Томас познакомил подопечного со своей обширной библиотекой. Уроки и беседы с архиепископом попали на подготовленную почву, поскольку Сесили Невилл через назначенных ею наставников и лично во время нечастых приездов в Фотерингей смогла воспитать сына в духе религиозности и благочестия. Вполне возможно, что мать вообще планировала для Ричарда стезю прелата, поскольку сомневалась, что хрупкое здоровье мальчика позволит ему стать воином.
Тем временем гражданская война продолжалась. В июле 1460 года отряды графов Марчского, Солсберийского и Уорикского, а также лорда Фоконбера[24] высадились в Англии и в битве при Нортхемптоне разбили войска короля. В сражении погиб командующий королевскими солдатами Хамфри, герцог Бакингемский, одно время исполнявший роль тюремщика юного Ричарда. Сам король Генри VI попал в плен и был доставлен в Лондон.
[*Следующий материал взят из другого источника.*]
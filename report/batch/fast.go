package batch

import (
	"bytes"
	"math"
	"slices"

	"shearbook/profile"
	"shearbook/profile/delimited"
	"shearbook/report"
	"shearbook/vs30/extend"
	"shearbook/vs30/siteclass"
)

// fast reads and decides the plain profiles of a table, and leaves every other
// to the ordinary way, package delimited and report.Classify. It is the one
// place where batch does twice what others do: reading a row in the ordinary way
// takes ten times as long as adding it up, and a region has ten million rows.
//
// A profile is plain where each of its rows is a line of ASCII without quotes
// whose cells give depth and velocity in ordinary decimals; where the layers
// follow one another from ground level down; and where neither the reader nor
// profile.Doubts would have anything to say of it. Whatever else a row may be, a
// fault among it, is none of fast's business, so faults are found and told by
// the ordinary reader alone. A test holds the two against each other on every
// fixture, and under fuzzing.
type fast struct {
	head  *delimited.Head
	sep   byte
	roles []role
	top   bool // the table has a column of tops

	base  profile.Profile    // what the head states of each profile, with the name and layers of the one read last
	name  []byte             // of the profile read last; base has it once it is asked for
	next  []byte             // a name that was found behind it, and is plain
	quick []*siteclass.Quick // of each code; nil for those without
	row   plainRow           // read last
	usual bool               // the columns are name, top, bottom and velocity, in SI

	brief  bool // neither notes nor reports are asked for: rows are written and nothing beside them
	codes  []*siteclass.Code
	frames []frame // of each code
	found  []found // likewise
	facts  report.Facts

	placed bool // the table has columns of positions
	place  [profile.EPSG - profile.Latitude + 1]placeCell

	relation *extend.Relation // that carries short profiles on; nil but for the constant velocity
	longer   []profile.Layer  // room for a profile carried on
}

// role is what a column of a table is for.
type role struct {
	quantity profile.Quantity
	factor   float64 // to SI
}

// plainRow is a row of a plain profile.
type plainRow struct {
	name             []byte
	top, bottom, vs  float64 // SI
	column           int     // of vs
	below            []byte  // the bottom with the separator behind it, where it was read by again
	open, suspicious bool    // the bottom is blank, or may stand for a half-space
}

// placeCell is what the rows of a profile say of one quantity of its position.
type placeCell struct {
	text  []byte // as the first row has it; blank where that says nothing
	value float64
}

// newFast returns what reads the plain profiles of a table, nil where it can
// have none.
func newFast(h *delimited.Head, job *Job, set *setting) *fast {
	f := &fast{head: h, sep: h.Separator(), base: h.Base()}
	var seen [profile.Vs + 1]bool
	for _, c := range h.Columns() {
		switch q := c.Quantity; q {
		case profile.Unknown:
		case profile.ProfileName, profile.Top, profile.Bottom, profile.Vs:
			seen[q] = true
		case profile.Latitude, profile.Longitude, profile.Easting, profile.Northing, profile.EPSG:
			f.placed = true
		default:
			return nil
		}
		f.roles = append(f.roles, role{c.Quantity, c.Unit.Factor})
	}
	f.top = seen[profile.Top]
	if !seen[profile.Bottom] || !seen[profile.Vs] || f.base.Survey != (profile.Survey{}) || len(h.Scoped()) > 0 || h.DecimalComma() ||
		f.placed && f.base.Position != (profile.Position{}) {
		return nil
	}
	if set.facts.Extend == constantVelocity {
		f.relation, _ = extend.Find(constantVelocity) // it is there
	}
	for _, c := range set.codes {
		q := c.Quick(set.facts.Datum, set.facts.Foundation)
		f.quick, f.frames = append(f.quick, q), append(f.frames, newFrame(c, q))
	}
	f.usual = slices.Equal(f.roles, []role{{profile.ProfileName, f.roles[0].factor}, {profile.Top, 1}, {profile.Bottom, 1}, {profile.Vs, 1}})
	f.codes, f.found = set.codes, make([]found, len(set.codes))
	f.brief, f.facts = job.FaultsAlone && job.Reports == NoReports, set.facts
	return f
}

// read reads the first profile of text, which begins with a row in the given
// line. It returns the length of its rows and how many they are; 0 where the
// profile is not plain. Its limits of layers and velocities are those within
// which profile.Doubts has nothing to say of a profile that states velocities
// alone, of no survey, or nearer.
func (f *fast) read(text []byte, line int) (length, rows int) {
	const slow, fastSoil, fastRock = 20, 1000, 3600 // m/s
	layers, row := f.base.Layers[:0], &f.row
	above, suspicious, name := 0.0, false, []byte(nil)
	if f.placed {
		f.place = [len(f.place)]placeCell{}
	}
	for length < len(text) {
		n := notPlain
		switch {
		case !f.usual:
		case name != nil:
			n = f.again(text[length:], name, above)
		case f.next != nil:
			row.name, row.below = f.next, nil
			n = f.again(text, f.next, 0)
		}
		if n == notPlain {
			n = f.scan(text[length:], name)
		}
		if n == otherName {
			break
		}
		if n == notPlain {
			return 0, 0
		}
		name, suspicious = row.name, row.suspicious
		top := above // +Inf below a half-space, which no bottom is deeper than
		if f.top && !(math.Abs(row.top-above) <= profile.Joint) || !(row.bottom-top > profile.Joint) ||
			row.bottom > profile.MaxDepth && !row.open || !(row.vs >= slow && row.vs <= fastRock) {
			return 0, 0
		}
		if rows == cap(layers) {
			layers = append(layers, profile.Layer{})
		}
		layers = layers[:rows+1]
		l := &layers[rows]
		l.Top, l.Bottom, l.Vs, l.Line, l.Column = top, row.bottom, row.vs, int32(line+rows), int32(row.column)
		above = row.bottom
		length += n
		rows++
	}
	f.base.Layers, f.name = layers, name
	if suspicious || rows < 2 || layers[0].Vs > fastSoil || f.placed && !f.position() {
		return 0, 0
	}
	return length, rows
}

// position puts the position that the rows state into f.base. It returns false
// where half of one is stated.
func (f *fast) position() bool {
	of := func(q profile.Quantity) profile.Optional {
		c := &f.place[q-profile.Latitude]
		return profile.Optional{Value: c.value, Known: len(c.text) > 0}
	}
	p := &f.base.Position
	p.Latitude, p.Longitude = of(profile.Latitude), of(profile.Longitude)
	p.Easting, p.Northing = of(profile.Easting), of(profile.Northing)
	p.EPSG = int(f.place[profile.EPSG-profile.Latitude].value)
	return p.Latitude.Known == p.Longitude.Known && p.Easting.Known == p.Northing.Known
}

// placeIn reads a cell of a position and returns its end; -1 where it is not
// plain. The first row of the profile states what the others say again, or
// leave blank.
func (f *fast) placeIn(text []byte, at int, q profile.Quantity, first bool) int {
	c := &f.place[q-profile.Latitude]
	end := plainCell(text, at, f.sep)
	cell := text[at:end]
	if !first || len(cell) == 0 {
		if len(cell) > 0 && !bytes.Equal(cell, c.text) {
			return -1
		}
		return end
	}
	digits, negative := bytes.CutPrefix(cell, []byte("-"))
	v, n := plainDecimal(digits, 0)
	limit := float64(profile.MaxGrid)
	switch q {
	case profile.Latitude:
		limit = 90
	case profile.Longitude:
		limit = 180
	case profile.EPSG:
		limit = profile.MaxEPSG
	}
	if n != len(digits) || n == 0 || v > limit || q == profile.EPSG && (negative || v < 1 || v != math.Trunc(v)) {
		return -1
	}
	if negative {
		v = -v
	}
	c.text, c.value = cell, v
	return end
}

// What scan returns beside a length.
const (
	notPlain  = 0
	otherName = -1 // than that of the rows before
)

// scan reads the row that text begins with into f.row and returns its length.
// name is that of the rows before; nil if there are none.
func (f *fast) scan(text, name []byte) int {
	at, row := 0, &f.row
	row.below = nil
	for i := range f.roles {
		if i > 0 {
			if at >= len(text) || text[at] != f.sep {
				return notPlain
			}
			at++
		}
		role, start := &f.roles[i], at
		switch role.quantity {
		case profile.ProfileName:
			if end := at + len(name); name != nil && end < len(text) && text[end] == f.sep && bytes.Equal(text[at:end], name) {
				row.name, at = text[start:end], end
				continue
			}
			at = plainCell(text, at, f.sep)
			if row.name = text[start:at]; !plainName(row.name) {
				return notPlain
			}
			if name != nil && !bytes.Equal(row.name, name) {
				f.next = row.name
				return otherName
			}
		case profile.Unknown:
			at = plainCell(text, at, f.sep)
			if !f.top && delimited.TotalsLabel(text[start:at]) {
				return notPlain
			}
		case profile.Latitude, profile.Longitude, profile.Easting, profile.Northing, profile.EPSG:
			if at = f.placeIn(text, at, role.quantity, name == nil); at < 0 {
				return notPlain
			}
			continue
		case profile.Top:
			row.top, at = plainDecimal(text, at)
			row.top *= role.factor
		case profile.Bottom:
			row.bottom, at = plainDecimal(text, at)
			row.suspicious = row.bottom >= 999 && nines(text[start:at])
			row.bottom *= role.factor
			if row.open = at == start; row.open {
				row.bottom = math.Inf(1)
				continue
			}
		case profile.Vs:
			row.vs, at = plainDecimal(text, at)
			row.vs *= role.factor
			row.column = start + 1
		}
		if at == start && role.quantity != profile.Unknown {
			return notPlain
		}
	}
	switch {
	case at < len(text) && text[at] == '\n':
		return at + 1
	case at+1 < len(text) && text[at] == '\r' && text[at+1] == '\n':
		return at + 2
	case at == len(text):
		return at
	}
	return notPlain
}

// again reads what scan would of nearly all rows: a name that was read before, the
// top where the row before ends (above), a bottom and a velocity. It leaves every
// other row to scan. Most rows write their top as the row before its bottom, so that the
// number need not be read again.
func (f *fast) again(text, name []byte, above float64) int {
	row, at := &f.row, len(name)
	if at >= len(text) || text[at] != f.sep || !bytes.HasPrefix(text, name) {
		return notPlain
	}
	at++
	row.top = above
	if n := len(row.below); n > 0 && len(text)-at >= n && string(text[at:at+n]) == string(row.below) {
		at += n
	} else {
		start := at
		if row.top, at = plainDecimal(text, at); at == start || at >= len(text) || text[at] != f.sep {
			return notPlain
		}
		at++
	}
	start := at
	if row.bottom, at = plainDecimal(text, at); at == start || at >= len(text) || text[at] != f.sep || row.bottom >= 999 {
		return notPlain
	}
	at++
	row.below, start = text[start:at], at
	if row.vs, at = plainDecimal(text, at); at == start || at >= len(text) || text[at] != '\n' {
		return notPlain
	}
	row.column, row.open, row.suspicious = start+1, false, false
	return at + 1
}

// plainCell returns the end of the cell that begins at a place. It ends at the
// first character that is not plain, where scan then looks for the separator.
func plainCell(text []byte, at int, sep byte) int {
	for at < len(text) {
		if b := text[at]; b == sep || b < ' ' || b > '~' || b == '"' {
			break
		}
		at++
	}
	return at
}

// plainName reports whether the reader takes a name as it stands: it has no
// blanks that it would drop, and is no comment.
func plainName(name []byte) bool {
	n := len(name)
	return n > 0 && name[0] != '#' && name[0] != ' ' && name[n-1] != ' ' && !bytes.Contains(name, []byte("  "))
}

// nines reports whether a number is written 999, 9999 and so on.
func nines(text []byte) bool { return len(bytes.Trim(text, "9")) == 0 }
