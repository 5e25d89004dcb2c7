package batch

import (
	"context"
	"fmt"
	"io/fs"
	"math/rand/v2"
	"os"
	"path/filepath"
	"strings"
	"testing"

	"github.com/google/go-cmp/cmp"

	"shearbook/profile"
	"shearbook/profile/delimited"
	"shearbook/profile/open"
	"shearbook/report"
	"shearbook/vs30/siteclass"
)

// runJob runs a job into a fresh folder and returns the tables.
func runJob(tb testing.TB, job Job) (Outcome, map[string]string) {
	tb.Helper()
	if job.Out == "" {
		job.Out = filepath.Join(tb.TempDir(), "out")
	}
	o, err := Run(context.Background(), job)
	if err != nil {
		tb.Fatal(err)
	}
	return o, readFolder(tb, job.Out)
}

// readFolder returns all files of a folder.
func readFolder(tb testing.TB, dir string) map[string]string {
	tb.Helper()
	files := map[string]string{}
	err := filepath.WalkDir(dir, func(path string, e fs.DirEntry, err error) error {
		if err != nil || e.IsDir() {
			return err
		}
		data, err := os.ReadFile(path)
		name, _ := filepath.Rel(dir, path)
		files[name] = string(data)
		return err
	})
	if err != nil {
		tb.Fatal(err)
	}
	return files
}

func rowsOf(tb testing.TB, files map[string]string) []Row {
	tb.Helper()
	var rows []Row
	for r, err := range Rows(Summary, strings.NewReader(files[Summary])) {
		if err != nil {
			tb.Fatal(err)
		}
		rows = append(rows, *r)
	}
	return rows
}

func writeFile(tb testing.TB, name, text string) string {
	tb.Helper()
	if err := os.MkdirAll(filepath.Dir(name), 0o777); err != nil {
		tb.Fatal(err)
	}
	if err := os.WriteFile(name, []byte(text), 0o666); err != nil {
		tb.Fatal(err)
	}
	return name
}

// fixtures are the profile files of the tests and of the starter.
func fixtures(tb testing.TB) []string {
	tb.Helper()
	var names []string
	for _, dir := range []string{"../../testdata/profiles", "../../templates/starter"} {
		err := filepath.WalkDir(dir, func(path string, e fs.DirEntry, err error) error {
			if err == nil && filepath.Ext(path) == ".csv" {
				names = append(names, path)
			}
			return err
		})
		if err != nil {
			tb.Fatal(err)
		}
	}
	if len(names) < 3 {
		tb.Fatalf("only %d fixtures", len(names))
	}
	return names
}

// A batch of one file says of it what classify says, under every code.
func TestBatchOfOneIsClassify(t *testing.T) {
	codes := siteclass.All()
	for _, name := range fixtures(t) {
		for _, facts := range []report.Facts{{}, {Extend: "constant-velocity", Datum: profile.Known(1)}} {
			_, files := runJob(t, Job{Inputs: []string{name}, Codes: codes, Facts: facts})
			rows := rowsOf(t, files)
			profiles, err := open.File(name, open.Options{})
			if err != nil { // then each code has a row that says so
				if len(rows) != len(codes) || rows[0].Flags != Failed || !strings.HasPrefix(err.Error(), fmt.Sprintf("%s:%d:1: %s", name, 1, rows[0].Problem)) {
					t.Errorf("%s: %+v, want %v", name, rows[0], err)
				}
				continue
			}
			if len(rows) != len(profiles)*len(codes) {
				t.Fatalf("%s: %d rows of %d profiles under %d codes", name, len(rows), len(profiles), len(codes))
			}
			for i, row := range rows {
				compareClassified(t, &row, &profiles[i/len(codes)], codes[i%len(codes)], facts)
			}
		}
	}
}

func compareClassified(t *testing.T, row *Row, p *profile.Profile, code *siteclass.Code, facts report.Facts) {
	t.Helper()
	d, err := report.Classify(p, code, facts)
	if err != nil {
		if row.Class != "" || row.Problem == "" || row.Flags&Failed == 0 {
			t.Errorf("%s under %s: %+v, want %v", p.Name, code.ID, row, err)
		}
		return
	}
	to, margin := "", 0.0
	if d.Margin != nil {
		to, margin = d.Margin.ToClass, d.Margin.Percent
	}
	v30 := 0.0
	if v := report.Average30(p, d.Datum, facts); v != nil {
		v30 = *v
	}
	type answer struct{ profile, code, class, route, velocity, depth, vs30, reached, datum, basis, standing, to, margin string }
	number := func(x float64, decimals int) string { return fmt.Sprintf("%.*f", decimals, x) }
	got := answer{row.Profile, row.Code, row.Class, row.Route, number(row.Velocity, 1), number(row.Depth, 2), number(row.Vs30, 1),
		number(row.DepthReached, 2), number(row.Datum, 2), row.Basis, row.Standing, row.ToClass, number(row.Margin+0, 1)}
	want := answer{p.Name, code.ID, d.Class, d.Route, number(d.Velocity, 1), number(d.Thickness, 2), number(v30, 1),
		number(p.DepthReached(), 2), number(d.Datum, 2), d.Basis, d.Standing.String(), to, number(margin, 1)}
	got.margin, want.margin = strings.TrimPrefix(got.margin, "-0.0"), strings.TrimPrefix(want.margin, "-0.0")
	got.margin, want.margin = strings.TrimPrefix(got.margin, "0.0"), strings.TrimPrefix(want.margin, "0.0")
	if got != want {
		t.Errorf("%s under %s:\ngot  %+v\nwant %+v", p.Name, code.ID, got, want)
	}
}

// writeMixed writes a table of profiles of every sort: plain, at fault, short,
// with a half-space, on a bound, and such as the quick way must leave alone.
func writeMixed(tb testing.TB, name string, profiles int, seed uint64) {
	tb.Helper()
	random := rand.New(rand.NewPCG(seed, 6))
	var b strings.Builder
	b.WriteString("profile,top_m,bottom_m,vs_mps,latitude,longitude,remark\n")
	for p := range profiles {
		id := fmt.Sprintf("P%05d", p)
		switch random.IntN(40) {
		case 0:
			id = `"` + id + `"`
		case 1:
			id += " é"
		case 2:
			id = " " + id
		}
		writeMixedProfile(&b, id, random)
	}
	writeFile(tb, name, b.String())
}

func writeMixedProfile(b *strings.Builder, id string, random *rand.Rand) {
	z, base, n := 0.0, 60+700*random.Float64()*random.Float64(), 1+random.IntN(12)
	if random.IntN(30) == 0 {
		base = 2500
	}
	position := fmt.Sprintf("%.5f,%.4f", 170*random.Float64()-82, 360*random.Float64()-180)
	for k := range n {
		switch random.IntN(40) {
		case 0:
			position = ","
		case 1:
			position = "51N,4.5"
		case 2:
			position = "51.2,"
		}
		top, bottom, vs := fmt.Sprintf("%.2f", z), "", fmt.Sprintf("%.1f", base*(0.8+0.5*random.Float64()))
		h := 0.5 + 7*random.Float64()
		if bottom = fmt.Sprintf("%.2f", z+h); k == n-1 && random.IntN(4) == 0 {
			bottom = ""
		}
		end := "\n"
		switch random.IntN(400) {
		case 0:
			bottom = "0"
		case 1:
			vs = "-3"
		case 2:
			vs = "fast"
		case 3:
			top = "1e1"
		case 4:
			vs = "+" + vs
		case 5:
			end = "\n\n# a comment\n"
		case 6:
			end = "\r\n"
		case 7:
			vs = "20000.5"
		case 8:
			bottom = "999"
		case 9:
			top = ".5"
		case 10:
			vs = "123456789012345678"
		case 11:
			end = ",more\n"
		case 12:
			vs = " " + vs
		}
		fmt.Fprintf(b, "%s,%s,%s,%s,%s,r%s", id, top, bottom, vs, position, end)
		fmt.Sscanf(fmt.Sprintf("%.2f", z+h), "%g", &z)
	}
}

// The quick way through a table gives the bytes of the ordinary one, under every
// code.
func TestFastIsOrdinary(t *testing.T) {
	in := filepath.Join(t.TempDir(), "mixed.csv")
	writeMixed(t, in, 700, 1)
	for _, facts := range []report.Facts{{}, {Extend: "constant-velocity"}, {Extend: "boore-2004"}, {Datum: profile.Known(2), Extend: "constant-velocity"}} {
		job := Job{Inputs: []string{in}, Codes: siteclass.All(), Facts: facts}
		o, quick := runJob(t, job)
		job.ordinary = true
		_, plain := runJob(t, job)
		if diff := cmp.Diff(plain, quick); diff != "" {
			t.Errorf("%+v: the quick way differs (-ordinary +quick):\n%.3000s", facts.Extend, diff)
		}
		if o.Units < 650 || !strings.Contains(quick[Summary], ",reversed,") || !strings.Contains(quick[Summary], ",failed,") {
			t.Errorf("%+v: %d units", facts.Extend, o.Units)
		}
		job.FaultsAlone = true
		_, plain = runJob(t, job)
		job.ordinary = false
		_, alone := runJob(t, job)
		if diff := cmp.Diff(plain, alone); diff != "" {
			t.Errorf("%+v: the quick way without notes differs (-ordinary +quick):\n%.3000s", facts.Extend, diff)
		}
		compareAlone(t, quick, alone)
	}
}

// compareAlone holds the tables of a job without its notes against those with
// them: the same faults, and the same rows but for the number of notes.
func compareAlone(t *testing.T, with, alone map[string]string) {
	t.Helper()
	var faults strings.Builder
	for line := range strings.Lines(with[FaultsIn]) {
		if !strings.HasPrefix(line, "note,") {
			faults.WriteString(line)
		}
	}
	if alone[FaultsIn] != faults.String() {
		t.Errorf("the faults differ without notes")
	}
	want := rowsOf(t, with)
	for i := range want {
		want[i].Notes = 0
	}
	if diff := cmp.Diff(want, rowsOf(t, alone)); diff != "" {
		t.Errorf("without notes: %.3000s", diff)
	}
}

// A row of totals at the foot of a profile is no layer on the quick way either.
func TestFastLeavesTotals(t *testing.T) {
	text := []byte("profile,remark,bottom_m,vs_mps\nA,,5,150\nA,,12,220\nA,,20,400\nA,Total,40,256.7\nB,,9,180\nB,,45,300\n")
	job := Job{Codes: mustCode(t, "asce-7-22")}
	quick, _ := inMemory(t, job, text)
	job.ordinary = true
	plain, _ := inMemory(t, job, text)
	if plain != quick || !strings.Contains(quick, ",A,asce-7-22,,") || !strings.Contains(quick, "the row is labelled") {
		t.Errorf("ordinary:\n%s\nquick:\n%s", plain, quick)
	}
}

// FuzzFast: whatever the rows, the quick way gives the bytes of the ordinary
// one.
func FuzzFast(f *testing.F) {
	f.Add("A,0,10,200\nA,10,40,300\nB,0,31,180\n")
	f.Add("A,0,10,200\r\nA,10,,300\n\"A\",10,20,3\nA,0,5,100\n# x\n,,,\nB b,0,99,1e2")
	f.Add("A,0,999,200\nA,0.0000001,5.5,20\nÄ,0,1,1\nA,0,12.,3.\n")
	f.Add("A,0,10,200,51,-4.5,523145.5,5e6,32631\nA,10,40,300,51,,523145.5,5e6,\nB,0,31,180,-0,0,,,1\n")
	codes := mustCode(f, "asce-7-22", "ec8-2004", "nbcc-2015")
	f.Fuzz(func(t *testing.T, rows string) {
		if len(rows) > 1<<16 {
			return
		}
		text := []byte("profile,top_m,bottom_m,vs_mps\n" + rows)
		if line, _, _ := strings.Cut(rows, "\n"); strings.Count(line, ",") > 3 {
			text = []byte("profile,top_m,bottom_m,vs_mps,latitude,longitude,easting,northing,epsg\n" + rows)
		}
		job := Job{Codes: codes, Facts: report.Facts{Extend: "constant-velocity"}}
		quick, ok := inMemory(t, job, text)
		job.ordinary = true
		if plain, _ := inMemory(t, job, text); ok && plain != quick {
			t.Error(cmp.Diff(plain, quick))
		}
		job.FaultsAlone = true
		plain, _ := inMemory(t, job, text)
		job.ordinary = false
		if quick, _ = inMemory(t, job, text); ok && plain != quick {
			t.Error(cmp.Diff(plain, quick))
		}
	})
}

// inMemory returns the rows of a table that is one chunk; false where it is
// none.
func inMemory(t *testing.T, job Job, text []byte) (rows string, ok bool) {
	t.Helper()
	h, err := delimited.ReadHead("t.csv", text, delimited.Options{})
	if h == nil || err != nil {
		return "", false
	}
	c := &chunk{it: &item{name: "t.csv"}, first: true, last: true, head: h, data: text[h.Size():], line: h.Line(), done: make(chan struct{})}
	w := worker{run: &run{job: &job, setting: setting{codes: job.Codes, facts: job.Facts}, rooms: make(chan []byte)}}
	w.do(c)
	if c.made.err != nil {
		t.Fatal(c.made.err)
	}
	return string(c.made.summary) + string(c.made.faults), true
}

// survey is a folder with files of several kinds, a large table and a manifest.
func survey(tb testing.TB) (dir string, inputs []string) {
	tb.Helper()
	dir = tb.TempDir()
	for i, name := range fixtures(tb) {
		data, err := os.ReadFile(name)
		if err != nil {
			tb.Fatal(err)
		}
		writeFile(tb, filepath.Join(dir, "files", fmt.Sprintf("%02d", i), filepath.Base(name)), string(data))
	}
	writeFile(tb, filepath.Join(dir, "files", "bad.csv"), "top_m,bottom_m,vs_mps\n0,5,fast\n")
	writeFile(tb, filepath.Join(dir, "files", "notes.docx"), "no profile")
	writeMixed(tb, filepath.Join(dir, "region.csv"), 9000, 2)
	writeFile(tb, filepath.Join(dir, "list.csv"), "file,profile,code,datum,latitude,longitude,notes\n"+
		"files/bad.csv,,,,,,\nsmall.csv,B,ec8-2004 ntc-2018,2 m,51.5,4.25,by the gate\nsmall.csv,A,,,,,\nsmall.csv,C,,,,,\n../up.csv,,,,,,\n")
	writeFile(tb, filepath.Join(dir, "small.csv"), "profile,top_m,bottom_m,vs_mps\nA,0,5,100\nA,5,60,300\nB,0,5,150\nB,5,60,500\n")
	return dir, []string{filepath.Join(dir, "files"), filepath.Join(dir, "region.csv"), filepath.Join(dir, "list.csv"), filepath.Join(dir, "none-*.csv")}
}

// However many workers, shards and runs: the same bytes.
func TestSameBytes(t *testing.T) {
	_, inputs := survey(t)
	job := Job{Inputs: inputs, Codes: mustCode(t, "asce-7-22", "ec8-2004"), Facts: report.Facts{Extend: "constant-velocity"},
		Derive: DeriveOptions{GeoJSON: true, JSON: true}, Workers: 1}
	one, want := runJob(t, job)
	if one.Units < 9000 || one.Failed < 100 {
		t.Fatalf("%d units, %d failed", one.Units, one.Failed)
	}
	t.Run("workers", func(t *testing.T) {
		for _, workers := range []int{2, 5} {
			job.Workers = workers
			o, got := runJob(t, job)
			if diff := cmp.Diff(want, got); diff != "" {
				t.Errorf("%d workers: %.2000s", workers, diff)
			}
			if diff := cmp.Diff(one.Tally, o.Tally); diff != "" {
				t.Error(diff)
			}
		}
	})
	t.Run("shards", func(t *testing.T) {
		const n = 3
		var dirs []string
		for i := range n {
			part := job
			part.Shard, part.Out = Shard{(i+1)%n + 1, n}, filepath.Join(t.TempDir(), "part")
			if o, _ := runJob(t, part); o.Units < one.Units/n || o.Units > one.Units/n+1 {
				t.Errorf("shard %v has %d units of %d", part.Shard, o.Units, one.Units)
			}
			dirs = append(dirs, part.Out)
		}
		out := filepath.Join(t.TempDir(), "whole")
		o, err := Merge(context.Background(), dirs, Job{Out: out, Derive: job.Derive})
		if err != nil {
			t.Fatal(err)
		}
		if diff := cmp.Diff(want, readFolder(t, out)); diff != "" {
			t.Errorf("merged: %.2000s", diff)
		}
		if diff := cmp.Diff(one.Tally, o.Tally); diff != "" {
			t.Error(diff)
		}
		for _, bad := range [][]string{dirs[:2], {dirs[0], dirs[0], dirs[1]}, {t.TempDir()}} {
			if _, err := Merge(context.Background(), bad, Job{Out: filepath.Join(t.TempDir(), "x")}); err == nil {
				t.Errorf("%d folders were merged", len(bad))
			}
		}
	})
	t.Run("interrupted", func(t *testing.T) {
		random := rand.New(rand.NewPCG(3, 3))
		out := filepath.Join(t.TempDir(), "out")
		runs, reused := 0, 0
		for unfinished := true; unfinished; runs++ {
			ctx, cancel := context.WithCancel(context.Background())
			part, calls, most := job, 0, 1+random.IntN(9)
			part.Out, part.Resume = out, true
			part.Progress = func(Progress) {
				if calls++; calls == most {
					cancel()
				}
			}
			o, err := Run(ctx, part)
			cancel()
			if err != nil {
				t.Fatal(err)
			}
			if _, err := os.Stat(filepath.Join(out, Summary)); (err == nil) == o.Unfinished {
				t.Fatalf("unfinished %v, but the summary: %v", o.Unfinished, err)
			}
			unfinished, reused = o.Unfinished, o.Reused
		}
		if diff := cmp.Diff(want, readFolder(t, out)); diff != "" || runs < 3 || reused == 0 {
			t.Errorf("after %d runs, %d units reused: %.2000s", runs, reused, diff)
		}
	})
}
В сентябре в Ланкашире высадился прибывший из Ирландии герцог Йоркский, и Сесили поспешила навстречу мужу, оставив детей на попечении семьи Пастонов в их лондонском доме.
Ричард любил гулять в сопровождении домочадцев Пастона по столице. Если Париж в то время был самым густонаселенным городом Европы, а Рим — самым большим, то Лондон, несомненно, самым богатым. Он напоминал грязный, переполненный, шумный человеческий улей. Его узкие улочки постоянно пребывали в полумраке из-за выступающих верхних этажей домов, которые практически смыкались над головами прохожих. В городе проживало от 50 до 70 тысяч жителей, то есть раза в четыре больше, чем в городах, пытавшихся соперничать со столицей — в Йорке или Бристоле. Лондон растянулся вдоль берега Темзы на два километра. Параллельно берегу проходили три главные мощеные улицы, очень оживленные. Ближе всех к реке, вдоль причалов и складов, мимо гильдии рыботорговцев Фишмангерз-холл и конторы немецких ганзейских купцов «Стальной Двор» пробиралась Темз-стрит. Она соединяла Лондонский Тауэр, стоявший у восточной оконечности города, и Блэкфрайерз — западный район, прилегавший к приорству доминиканского ордена («черных братьев»). На Темз-стрит велась бойкая торговля углем, железом, вином, медом, смолой, воском, льном, веревками, зерном и рыбой. Вторая улица шла выше по прибрежному склону, изгибаясь от Тауэра на северо-запад к собору Святого Павла, и на ней не продавалось ничего, кроме тканей. На третьей торговали шелками, коврами, гобеленами и другими экзотическими товарами. Она начиналась у ворот Олдгейт, что располагались в полукилометре к северу от Тауэра, и вела в центр Лондона, к Чипсайду, где превращалась в самую великолепную дорогу в городе. Горожане привыкли называть ее просто «Улица». Здесь продавались самые дорогие товары, в том числе ювелирные изделия. В Лондоне работали две сотни мастеров золотых дел, а один итальянский путешественник не поленился насчитать в одном только Чипсайде 52 ювелирных лавки, где можно было приобрести любые золотые и серебряные сосуды, большие и малые — от солонок до тазов для умывания.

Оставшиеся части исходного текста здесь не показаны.